Ketika Umar membaca balasan surat tersebut beliau menangis. Orang-orang bertanya kepadanya, “Mengapa engkau menangis Amirul Mukminin, apakah Ubaidah telah tewas?” beliau menjawab dengan karamah dan ketajaman bashirahnya, “Tidak, tetapi kelihatannya ia akan tewas”.
Maka secara terang-terangan Umar memerintahkan, dengan sedikit memaksa, Abu Ubaidah untuk membawa tentaranya ke luar kota Amawas. Tapi terlambat bagi Abu Ubaidah, ia keburu diserang penyakit mematikan tersebut. Akhirnya Abu Ubaidah meninggal dunia.
Dari kisah Umar di atas, kita dapat memetik sebuah pelajaran. Mengenai di bolehkan bahkan diharuskannya kita menempuh jalan-jalan keselamatan dari ancaman musibah. Supaya lebih kuat lagi pemahaman kita, mari ikuti kisah Umar yang lain. Dan dari kisah inilah muncul kata-kata Umar yang populer, “Kita lari dari satu takdir ke takdir yang lain”
Masih diceritakan dalam kitab yang sama, Al-Bidayah wa Annihayah. Suatu ketika beliau datang ke daerah Syam bersama para pasukannya untuk berperang. Dalam perjalanan, terdengarlah informasi bahwa negeri Syam sedang diserang wabah penyakit mematikan. Umarpun mengajak para pimpinan pasukan untuk melakukan rapat. Diantara mereka ada yang berkata, “Menurut kami Engkau harus terus berjalan membawa para sahabat Rasulullah ke daerah yang terserang wabah ini.” Tapi Umar menolak saran mereka dan beliau memutuskan untuk kembali esok hari. Mendengar kebijakan Umar tersebut, Abu Ubaidah berkata kepada Umar, “Apakah kita lari dari takdir Alloh”.
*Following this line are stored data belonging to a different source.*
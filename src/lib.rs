//! Longember: a star's whole life and the fate of its planets, at any moment, with sources.

pub mod command_line;
pub mod document;
pub mod drawing;
pub mod figure;
pub mod handover;
pub mod physics;
pub mod system;
pub mod units;
pub mod window;
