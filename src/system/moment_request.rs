//! A moment as people name it: a span of time, `now`, or an event.

use super::events::{Event, EventKind};
use super::history::History;
use super::specification::Body;
use crate::physics::star::END_YR;
use crate::units::entry::{EntryKind, write_entry};
use crate::units::number_text::machine;
use crate::units::time_words::{NotASpan, SpanStyle, parse_span, span};
use thiserror::Error;

/// What starts an event's name.
const EVENT_PREFIX: &str = "event";

/// Quotation marks around a name, the ones that are written first.
const QUOTES: [(char, char); 3] = [('\'', '\''), ('"', '"'), ('“', '”')];

/// Digits of the times that tell events apart.
const DATE_DIGITS: usize = 6;

/// Names by which an event is known besides its own, with its key.
const ALSO_KNOWN: [(&str, &str); 3] = [
    ("end of core hydrogen burning", "main_sequence_end"),
    ("swallowed by the star", "engulfed"),
    ("set free from the star", "unbound"),
];

/// A moment asked for.
#[derive(Clone, Debug, PartialEq)]
pub enum MomentRequest {
    /// A time since the star's arrival on the main sequence, yr.
    Time(f64),
    /// The scenario's present age.
    Now,
    /// An event, by its name or key, with or without its planet.
    Event(String),
}

/// Why a text names no moment of a history.
#[derive(Clone, Debug, Error, PartialEq)]
pub enum MomentProblem {
    /// The text is no time at all.
    #[error("the time {0}, or say now or event:NAME")]
    NotASpan(#[from] NotASpan),
    /// The time is negative or later than anything computed.
    #[error("the time is {} yr, allowed 0 to {} yr after the star reached the main sequence; choose a time in that range", plain(*time_yr), plain(END_YR))]
    OutOfRange {
        /// The time, yr.
        time_yr: f64,
    },
    /// A star without a scenario has no present.
    #[error(
        "the time is now, allowed with a scenario only, which has a present age; give a time such as 4.57Gyr or an event:NAME"
    )]
    NoPresent,
    /// No event of that name.
    #[error("the event \"{name}\" does not happen here; name one of these: {}", list(available))]
    NoSuchEvent {
        /// The name asked for.
        name: String,
        /// Every event there is.
        available: Vec<String>,
    },
    /// More than one event of that name.
    #[error("the event \"{name}\" happens {} times; give the time of one of these or name its planet: {}", matching.len(), list(matching))]
    Ambiguous {
        /// The name asked for.
        name: String,
        /// The events that match.
        matching: Vec<String>,
    },
}

fn plain(value_yr: f64) -> String {
    machine(value_yr).unwrap_or_else(|| value_yr.to_string())
}

fn list(names: &[String]) -> String {
    names.join(", ")
}

/// A typed text with spaces for line breaks and other control characters, so that no sentence about it is torn.
#[must_use]
pub(super) fn on_one_line(text: &str) -> String {
    text.chars().map(|sign| if sign.is_control() { ' ' } else { sign }).collect()
}

impl MomentRequest {
    /// Reads the text of a moment: `4.57 Gyr`, `now`, `event:"largest radius"`, `event 'largest radius'`.
    ///
    /// # Errors
    /// [`MomentProblem`] when it is neither a time in the computed range nor the name of something.
    pub fn parse(text: &str) -> Result<Self, MomentProblem> {
        let text = on_one_line(text);
        let trimmed = text.trim();
        if trimmed.eq_ignore_ascii_case("now") {
            return Ok(Self::Now);
        }
        if let Some(name) = event_name(trimmed) {
            return Ok(Self::Event(unquoted(name).to_owned()));
        }
        Ok(Self::Time(in_range(parse_span(trimmed)?)?))
    }

    /// The moment as a text that [`MomentRequest::parse`] reads back to the same one.
    #[must_use]
    pub fn text(&self) -> String {
        match self {
            Self::Time(time_yr) => write_entry(*time_yr, EntryKind::SpanYr),
            Self::Now => "now".to_owned(),
            Self::Event(name) => format!("event {}", quoted(name)),
        }
    }

    /// The moment under a planet's new name, where it is an event of that planet.
    #[must_use]
    pub fn renamed(&self, before: &str, after: &str) -> Option<Self> {
        let Self::Event(name) = self else { return None };
        let rest = strip_prefix_ignoring_case(name, before)?.trim_start().strip_prefix(':')?;
        Some(Self::Event(format!("{after}:{rest}")))
    }

    /// The event it means in a history; `None` where it is no event.
    ///
    /// # Errors
    /// [`MomentProblem`] when there is no such event or more than one.
    pub fn event<'h>(&self, history: &'h History) -> Result<Option<&'h Event>, MomentProblem> {
        match self {
            Self::Time(_) | Self::Now => Ok(None),
            Self::Event(name) => event_named(history, name).map(Some),
        }
    }

    /// The time it means in a history, yr. `present_age_yr` is what `now` means, if it means anything.
    ///
    /// # Errors
    /// [`MomentProblem`] when it means no moment of this history.
    pub fn time_yr(&self, history: &History, present_age_yr: Option<f64>) -> Result<f64, MomentProblem> {
        match self {
            Self::Time(time_yr) => Ok(*time_yr),
            Self::Now => in_range(present_age_yr.ok_or(MomentProblem::NoPresent)?),
            Self::Event(name) => in_range(event_named(history, name)?.time_yr),
        }
    }
}

fn in_range(time_yr: f64) -> Result<f64, MomentProblem> {
    if (0.0..=END_YR).contains(&time_yr) {
        // Minus zero is birth as well.
        return Ok(time_yr.abs());
    }
    Err(MomentProblem::OutOfRange { time_yr })
}

fn event_named<'h>(history: &'h History, name: &str) -> Result<&'h Event, MomentProblem> {
    let described = |event: &Event| {
        format!("\"{}\" at {}", event.label(history), span(event.time_yr, DATE_DIGITS, SpanStyle::Symbols))
    };
    let matching: Vec<&Event> = history.events().iter().filter(|event| is_named(history, event, name)).collect();
    match matching.as_slice() {
        [event] => Ok(*event),
        [] => Err(MomentProblem::NoSuchEvent {
            name: name.chars().take(80).collect(),
            available: history.events().iter().map(described).collect(),
        }),
        several => Err(MomentProblem::Ambiguous {
            name: name.to_owned(),
            matching: several.iter().map(|event| described(event)).collect(),
        }),
    }
}

/// Whether a name means a kind of event: by its words or its key, whatever the case.
pub(super) fn is_kind_named(kind: EventKind, name: &str) -> bool {
    words_of(kind).contains(&folded(name))
}

/// Names by which a kind of event is known, in lower case.
fn words_of(kind: EventKind) -> Vec<String> {
    let key = kind.key();
    let mut words = vec![folded(&kind.name()), folded(key), folded(&key.replace('_', " "))];
    words.extend(ALSO_KNOWN.iter().filter(|(_, of)| *of == key).map(|(known, _)| (*known).to_owned()));
    words
}

/// Whether a name means an event: by its words or its key, alone or after `PLANET: `, whatever the case.
fn is_named(history: &History, event: &Event, name: &str) -> bool {
    let wanted = folded(name);
    let words = words_of(event.kind);
    if words.contains(&wanted) {
        return true;
    }
    let Body::Planet(index) = event.body else { return false };
    let Some(planet) = history.system().planets.get(index) else { return false };
    // The planet's own name may hold a colon, so the name is compared whole.
    let planet = folded(&planet.name);
    words.iter().any(|word| wanted == format!("{planet}: {word}"))
}

/// Lower case, with single spaces.
fn folded(text: &str) -> String {
    text.split_whitespace().collect::<Vec<_>>().join(" ").to_lowercase()
}

/// What follows the word that starts an event: a colon, a space or a quotation mark has to come next.
fn event_name(text: &str) -> Option<&str> {
    let rest = strip_prefix_ignoring_case(text, EVENT_PREFIX)?;
    let is_apart = rest.starts_with(|sign: char| sign == ':' || sign.is_whitespace() || QUOTES.contains(&(sign, sign)));
    is_apart.then(|| rest.trim_start().trim_start_matches(':'))
}

/// A name in quotation marks that do not stand in it.
fn quoted(name: &str) -> String {
    let (open, close) = QUOTES.into_iter().find(|(_, close)| !name.contains(*close)).unwrap_or(QUOTES[0]);
    format!("{open}{name}{close}")
}

fn strip_prefix_ignoring_case<'a>(text: &'a str, prefix: &str) -> Option<&'a str> {
    let start = text.get(..prefix.len())?;
    start.eq_ignore_ascii_case(prefix).then(|| &text[prefix.len()..])
}

/// The text without one pair of quotation marks, which a shell may or may not have taken away.
fn unquoted(text: &str) -> &str {
    let text = text.trim();
    QUOTES.into_iter().find_map(|(open, close)| text.strip_prefix(open)?.strip_suffix(close)).unwrap_or(text).trim()
}

#[cfg(test)]
mod tests {
    use super::*;

    #[test]
    fn every_form_is_understood() {
        let parse = |text: &str| MomentRequest::parse(text).expect(text);
        assert_eq!(parse("4.57Gyr"), MomentRequest::Time(4.57e9));
        assert_eq!(parse("2.1e12yr"), MomentRequest::Time(2.1e12));
        assert_eq!(parse("3 trillion years"), MomentRequest::Time(3e12));
        assert_eq!(parse(" 1e14 yr "), MomentRequest::Time(1e14));
        assert_eq!(parse("0"), MomentRequest::Time(0.0));
        assert_eq!(parse("Now"), MomentRequest::Now);
        for text in [
            "event:\"largest radius\"",
            "event:largest radius",
            "EVENT: 'largest radius' ",
            "event:“largest radius”",
            "event 'largest radius'",
            "event largest radius",
        ] {
            assert_eq!(parse(text), MomentRequest::Event("largest radius".to_owned()));
        }
    }

    #[test]
    fn times_outside_the_computed_range_are_refused_with_the_range() {
        for text in ["-1 yr", "-5Gyr", "1.0000001e14 yr", "1e290 Gyr", "101 trillion years"] {
            let error = MomentRequest::parse(text).expect_err(text).to_string();
            assert!(error.contains("0 to 100000000000000 yr"), "{text}: {error}");
        }
        assert!(MomentRequest::parse("-0 yr").is_ok_and(|moment| moment == MomentRequest::Time(0.0)));
    }

    #[test]
    fn what_is_no_time_is_refused_with_examples() {
        for text in ["", "soon", "nan", "inf", "4,57 Gyr", "7 parsecs", "evén:x", "eventually"] {
            let error = MomentRequest::parse(text).expect_err(text).to_string();
            assert!(error.contains("7.6 Gyr") && error.contains("event:NAME"), "{text}: {error}");
        }
    }
}
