//! Dated events of the star and its planets.

use super::date_band::DateBand;
use super::history::History;
use super::planet_events;
use super::specification::Body;
use super::{star_bands, star_colours};
use crate::physics::planet::{Caution, PlanetEventKind};
use crate::physics::star::StarEventKind;
use crate::units::number_text::number;
use crate::units::time_words::{SpanStyle, span};
use std::borrow::Cow;

/// Digits of the time that a young star contracted: more would mean nothing.
const CONTRACTION_DIGITS: usize = 2;

/// Something that happens at one time.
#[derive(Clone, Copy, Debug, PartialEq)]
pub struct Event {
    /// When, yr since the star reached the main sequence.
    pub time_yr: f64,
    /// To whom.
    pub body: Body,
    /// What.
    pub kind: EventKind,
    /// How far the date can be trusted, where it is more than a plain result.
    pub caution: Option<Caution>,
    /// Between which dates it falls as far as its rule is known, where that can be said.
    pub band: Option<DateBand>,
}

/// What can happen.
#[derive(Clone, Copy, Debug, PartialEq)]
pub enum EventKind {
    /// Something in the star's own life.
    Star(StarEventKind),
    /// The star's light takes on another colour word.
    Colour(&'static str),
    /// Something in a planet's own life.
    Planet(PlanetEventKind),
    /// The mean surface temperature under a held greenhouse rises above the freezing point of water.
    RisesAboveFreezing,
    /// The mean surface temperature under a held greenhouse falls below the freezing point of water.
    FallsBelowFreezing,
    /// The mean surface temperature under a held greenhouse rises above the boiling point of water at 1 bar.
    RisesAboveBoiling,
    /// The mean surface temperature under a held greenhouse falls below the boiling point of water at 1 bar.
    FallsBelowBoiling,
    /// The mean surface temperature is the highest of the planet's life.
    HottestSurface,
    /// The mean surface temperature is above the one that the user marked for the first time.
    FirstAbove {
        /// The marked temperature, K.
        marked_k: f64,
    },
    /// The mean surface temperature is above the one that the user marked for the last time.
    LastAbove {
        /// The marked temperature, K.
        marked_k: f64,
    },
    /// The surface of the giant star comes nearest to the planet without reaching it.
    GiantNearest,
}

/// Kinds of event that belong together.
#[derive(Clone, Copy, Debug, PartialEq, Eq, Hash)]
pub enum EventGroup {
    /// Turning points in the star's life.
    Star,
    /// Changes of the star's colour word.
    Colour,
    /// Crossings of the habitable zone's limits.
    Zone,
    /// Ice, open water, steam, and crossings of freezing and boiling.
    Climate,
    /// Engulfment, disruption, escape, near misses.
    Orbit,
    /// Loss of air, locking of the day.
    Air,
}

impl EventGroup {
    /// Every group.
    pub const ALL: [Self; 6] = [Self::Star, Self::Colour, Self::Zone, Self::Climate, Self::Orbit, Self::Air];

    /// Stable machine name.
    #[must_use]
    pub fn key(self) -> &'static str {
        match self {
            Self::Star => "star",
            Self::Colour => "colour",
            Self::Zone => "zone",
            Self::Climate => "climate",
            Self::Orbit => "orbit",
            Self::Air => "air",
        }
    }

    /// The group in words for people.
    #[must_use]
    pub fn name(self) -> &'static str {
        match self {
            Self::Star => "life of the star",
            Self::Colour => "colour of its light",
            Self::Zone => "habitable zone",
            Self::Climate => "climate",
            Self::Orbit => "orbit and fate",
            Self::Air => "air and rotation",
        }
    }
}

/// Which events are wanted.
#[derive(Clone, Debug, Default, PartialEq, Eq)]
pub struct EventFilter {
    /// Only those of this body; of all where there is none.
    pub body: Option<Body>,
    /// Groups that are left out.
    pub hidden: Vec<EventGroup>,
}

impl EventFilter {
    /// Whether an event is wanted.
    #[must_use]
    pub fn shows(&self, event: &Event) -> bool {
        self.body.is_none_or(|body| body == event.body) && !self.hidden.contains(&event.kind.group())
    }
}

impl EventKind {
    /// Every kind that a star or a planet can have, changes of colour aside, which are as many as there are words.
    #[must_use]
    pub fn all_of(body: Body) -> Vec<Self> {
        match body {
            Body::Star => StarEventKind::ALL.map(Self::Star).to_vec(),
            Body::Planet(_) => {
                let mut kinds = PlanetEventKind::ALL.map(Self::Planet).to_vec();
                kinds.extend([
                    Self::RisesAboveFreezing,
                    Self::FallsBelowFreezing,
                    Self::RisesAboveBoiling,
                    Self::FallsBelowBoiling,
                    Self::HottestSurface,
                    Self::GiantNearest,
                ]);
                kinds
            }
        }
    }

    /// Stable machine name.
    #[must_use]
    pub fn key(self) -> &'static str {
        match self {
            Self::Star(kind) => kind.key(),
            Self::Colour(_) => "colour_changes",
            Self::Planet(kind) => kind.key(),
            Self::RisesAboveFreezing => "rises_above_freezing",
            Self::FallsBelowFreezing => "falls_below_freezing",
            Self::RisesAboveBoiling => "rises_above_boiling",
            Self::FallsBelowBoiling => "falls_below_boiling",
            Self::HottestSurface => "surface_hottest",
            Self::FirstAbove { .. } => "first_above_marked",
            Self::LastAbove { .. } => "last_above_marked",
            Self::GiantNearest => "giant_nearest",
        }
    }

    /// What happens, in words for people.
    #[must_use]
    pub fn name(self) -> Cow<'static, str> {
        Cow::Borrowed(match self {
            Self::Star(kind) => kind.name(),
            Self::Colour("no visible glow") => return Cow::Borrowed("no visible glow any more"),
            Self::Colour(word) => return Cow::Owned(format!("light turns {word}")),
            Self::Planet(kind) => kind.name(),
            Self::RisesAboveFreezing => "surface rises above freezing",
            Self::FallsBelowFreezing => "surface falls below freezing",
            Self::RisesAboveBoiling => "surface rises above boiling",
            Self::FallsBelowBoiling => "surface falls below boiling",
            Self::HottestSurface => "surface at its hottest",
            Self::FirstAbove { marked_k } => {
                return Cow::Owned(format!("surface first above {} K", number(marked_k, 5)));
            }
            Self::LastAbove { marked_k } => return Cow::Owned(format!("surface last above {} K", number(marked_k, 5))),
            Self::GiantNearest => "the giant's surface comes nearest",
        })
    }

    /// The group it belongs to.
    #[must_use]
    pub fn group(self) -> EventGroup {
        use PlanetEventKind as Planet;
        match self {
            Self::Star(_) => EventGroup::Star,
            Self::Colour(_) => EventGroup::Colour,
            Self::Planet(kind) => match kind {
                Planet::EntersHabitableZone | Planet::TooMuchLight | Planet::TooLittleLight => EventGroup::Zone,
                Planet::Freezes
                | Planet::Thaws
                | Planet::ThawsToSteam
                | Planet::MoistGreenhouse
                | Planet::MoistEnds
                | Planet::RunawayGreenhouse
                | Planet::Condenses
                | Planet::WaterGone => EventGroup::Climate,
                Planet::AtmosphereLost | Planet::ProbablyLocked | Planet::Locked => EventGroup::Air,
                Planet::Engulfed | Planet::TornApart | Planet::Unbound => EventGroup::Orbit,
            },
            Self::RisesAboveFreezing
            | Self::FallsBelowFreezing
            | Self::RisesAboveBoiling
            | Self::FallsBelowBoiling
            | Self::FirstAbove { .. }
            | Self::LastAbove { .. }
            | Self::HottestSurface => EventGroup::Climate,
            Self::GiantNearest => EventGroup::Orbit,
        }
    }

    /// The key of the method in [`METHODS`](super::provenance::METHODS) whose rule fires it.
    #[must_use]
    pub fn method(self) -> &'static str {
        use PlanetEventKind as Planet;
        match self {
            Self::Star(_) => "star_life",
            Self::Colour(_) => "blackbody",
            Self::Planet(kind) => match kind {
                Planet::EntersHabitableZone
                | Planet::TooMuchLight
                | Planet::TooLittleLight
                | Planet::RunawayGreenhouse
                | Planet::Condenses => "habitable_zone",
                Planet::Freezes | Planet::Thaws | Planet::ThawsToSteam => "climate",
                Planet::MoistGreenhouse | Planet::MoistEnds => "moist_greenhouse",
                Planet::WaterGone => "water_loss",
                Planet::AtmosphereLost => "shoreline",
                Planet::ProbablyLocked | Planet::Locked => "tidal_lock",
                Planet::Engulfed | Planet::TornApart | Planet::Unbound => "orbit",
            },
            Self::RisesAboveFreezing
            | Self::FallsBelowFreezing
            | Self::RisesAboveBoiling
            | Self::FallsBelowBoiling
            | Self::FirstAbove { .. }
            | Self::LastAbove { .. }
            | Self::HottestSurface => "surface_temperature",
            Self::GiantNearest => "orbit",
        }
    }
}

impl Event {
    /// The event with its body: `Hearth: engulfed by the star`; a star's event stands alone, and its start says how long a
    /// red dwarf contracted before.
    #[must_use]
    pub fn label(&self, history: &History) -> String {
        match self.body {
            Body::Star => match (self.kind, history.life().contraction_yr()) {
                (EventKind::Star(StarEventKind::MainSequenceStart), Some(contraction_yr)) => {
                    let contracted = span(contraction_yr, CONTRACTION_DIGITS, SpanStyle::Words);
                    format!("{}, after {contracted} of contraction", self.kind.name())
                }
                _ => self.kind.name().into_owned(),
            },
            Body::Planet(index) => match history.system().planets.get(index) {
                Some(planet) => format!("{}: {}", planet.name, self.kind.name()),
                None => self.kind.name().into_owned(),
            },
        }
    }
}

/// Every event of a history, oldest first.
pub(super) fn of(history: &History) -> Vec<Event> {
    let mut events: Vec<Event> = history
        .life()
        .events()
        .iter()
        .map(|event| Event {
            time_yr: event.age_yr,
            body: Body::Star,
            kind: EventKind::Star(event.kind),
            caution: None,
            band: star_bands::of_life(history, event.age_yr),
        })
        .collect();
    events.extend(star_colours::changes(history));
    for index in 0..history.planets().len() {
        planet_events::push(history, index, &mut events);
    }
    events.sort_by(|first, second| first.time_yr.total_cmp(&second.time_yr));
    events
}
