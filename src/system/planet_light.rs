//! The light a planet receives at one moment, and the clear sky it makes.

use super::moment::{PlanetMoment, StarMoment};
use super::specification::PlanetSpecification;
use super::starlight::Starlight;
use crate::physics::light::{
    Atmosphere, ClearAir, Disc, PhotosyntheticLight, Sky, UltravioletLight, VisibleSpectrum,
    apparent_magnitude_from_planet, disc, illuminance_lx, photosynthetic_light, ultraviolet_light,
};
use crate::physics::planet::bulk::gravity_m_s2;
use crate::units::constants::SOLAR_CONSTANT_W_M2;

/// Altitude of the star that figures of a sky hold for unless another one is chosen, degrees: half of the full light.
pub const USUAL_ALTITUDE_DEG: f64 = 30.0;
/// Width of the disc that a star's is held against, degrees: nearly that of the Sun and the Moon from the Earth.
pub const REFERENCE_DISC_DEG: f64 = 0.5;

/// What falls on a planet above its air, mean over the orbit, and what its sky makes of it.
#[derive(Clone, Debug, PartialEq)]
pub struct PlanetLight {
    /// Irradiance facing the star, W m⁻².
    pub irradiance_w_m2: f64,
    /// Illuminance facing the star, lx.
    pub illuminance_lx: f64,
    /// Light that photosynthesis as on Earth can use.
    pub photosynthetic: PhotosyntheticLight,
    /// Ultraviolet in three bands.
    pub ultraviolet: UltravioletLight,
    /// The star's disc at the mean distance.
    pub disc: Option<Disc>,
    /// The star's V magnitude, where it has one.
    pub star_visual_mag: Option<f64>,
    /// The sky; `None` where the planet cannot hold the air it was given.
    pub sky: Option<Sky>,
}

impl PlanetLight {
    /// The light on a planet at a moment; `None` where it does not orbit a star whose light is modelled.
    ///
    /// `starlight` and `spectrum` belong to that star, `air` to the planet; see [`clear_air`].
    #[must_use]
    pub fn of(
        star: &StarMoment,
        starlight: &Starlight,
        spectrum: &VisibleSpectrum,
        planet: &PlanetMoment,
        air: Option<&ClearAir>,
    ) -> Option<Self> {
        let distance_au = planet.semi_major_axis_au?;
        let irradiance_w_m2 = planet.insolation_earth? * SOLAR_CONSTANT_W_M2;
        let temperature_k = starlight.temperature_k;
        let magnitude = |absolute_mag| apparent_magnitude_from_planet(absolute_mag, distance_au).ok();
        Some(Self {
            irradiance_w_m2,
            illuminance_lx: illuminance_lx(irradiance_w_m2, temperature_k).ok()?,
            photosynthetic: photosynthetic_light(irradiance_w_m2, temperature_k).ok()?,
            ultraviolet: ultraviolet_light(irradiance_w_m2, temperature_k).ok()?,
            disc: star.radius_rsun.and_then(|radius_rsun| disc(radius_rsun, distance_au).ok()),
            star_visual_mag: starlight.magnitudes.as_ref().and_then(|known| magnitude(known.absolute_visual_mag)),
            sky: air.and_then(|air| air.sky(spectrum, irradiance_w_m2).ok()),
        })
    }

    /// How many reference discs of half a degree fit side by side across the star.
    #[must_use]
    pub fn star_over_half_degree(&self) -> Option<f64> {
        self.disc.map(|disc| disc.diameter_deg / REFERENCE_DISC_DEG)
    }

    /// Luminance of the star's disc through the air, cd m⁻².
    #[must_use]
    pub fn disc_luminance_cd_m2(&self) -> Option<f64> {
        let solid_angle_sr = self.disc?.solid_angle_sr;
        let luminance = self.sky.as_ref()?.disc.y / solid_angle_sr;
        luminance.is_finite().then_some(luminance)
    }
}

/// A planet's air with the star at an altitude, degrees, as given or taken away; `None` where gravity is too weak or
/// the altitude outside 0 to 90°.
///
/// No air is clear air of no pressure: a black sky and a star that nothing dims.
#[must_use]
pub fn clear_air(planet: &PlanetSpecification, altitude_deg: f64, with_air: bool) -> Option<ClearAir> {
    let bare = Atmosphere { surface_pressure_bar: 0.0, ..Atmosphere::EARTH };
    let gravity_m_s2 = gravity_m_s2(planet.mass_mearth, planet.radius_rearth).ok()?;
    let atmosphere = if with_air { planet.air.atmosphere(gravity_m_s2) } else { None };
    ClearAir::new(&atmosphere.unwrap_or(bare), altitude_deg).ok()
}
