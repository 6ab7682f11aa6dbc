//! The light of star and planets at moments of a history, worked out where it is asked for.

use super::history::History;
use super::light_notes;
use super::moment::Moment;
use super::notes::Note;
use super::planet_light::{PlanetLight, clear_air};
use super::starlight::Starlight;
use crate::physics::light::{ClearAir, VisibleSpectrum};

/// The light at one moment.
#[derive(Clone, Debug, PartialEq)]
pub struct MomentLight {
    /// Light of the star; `None` where none is modelled.
    pub star: Option<Starlight>,
    /// Light on each planet, in the order of the system; `None` where the planet has no star or no light.
    pub planets: Vec<Option<PlanetLight>>,
    /// What a reader must know about single figures of light.
    pub notes: Vec<Note>,
}

/// Reads light at moments; what does not change with time is made ready once.
#[derive(Debug)]
pub struct LightReader<'h> {
    history: &'h History,
    airs: Vec<Option<ClearAir>>,
}

impl<'h> LightReader<'h> {
    /// A reader of a history, with the star at an altitude over every planet's horizon, degrees.
    #[must_use]
    pub fn new(history: &'h History, altitude_deg: f64) -> Self {
        let airs = history.system().planets.iter().map(|planet| clear_air(planet, altitude_deg, true)).collect();
        Self { history, airs }
    }

    /// The light at a moment of that history.
    #[must_use]
    pub fn at(&self, moment: &Moment) -> MomentLight {
        let star = Starlight::of(&moment.star);
        let spectrum = star.as_ref().and_then(|star| VisibleSpectrum::of_blackbody(star.temperature_k).ok());
        let planets: Vec<Option<PlanetLight>> = moment
            .planets
            .iter()
            .zip(&self.airs)
            .map(|(planet, air)| {
                PlanetLight::of(&moment.star, star.as_ref()?, spectrum.as_ref()?, planet, air.as_ref())
            })
            .collect();
        let notes = light_notes::of(&self.history.system().planets, moment, star.as_ref(), &planets);
        MomentLight { star, planets, notes }
    }
}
Mendengar itu, Umar lantas menjawab, “Ya, kita lari.. Lari dari satu takdir ke takdir yang lain.” Lantas Umar menjelaskan lagi, “Bagaimana menurutmu jika engkau akan berhenti di sebuah lembah yang memiliki dua alternatif jalan, yang satu subur dan yang lainnya kering dan tandus. Jika engkau memilih yang subur maka engkau telah memilihnya atas ketentuan Alloh, tapi jika engkau memilih yang gersang dan tandus, apakah engkau akan mengatakan juga bahwa pilihanmu itu dengan ketentuan Alloh?”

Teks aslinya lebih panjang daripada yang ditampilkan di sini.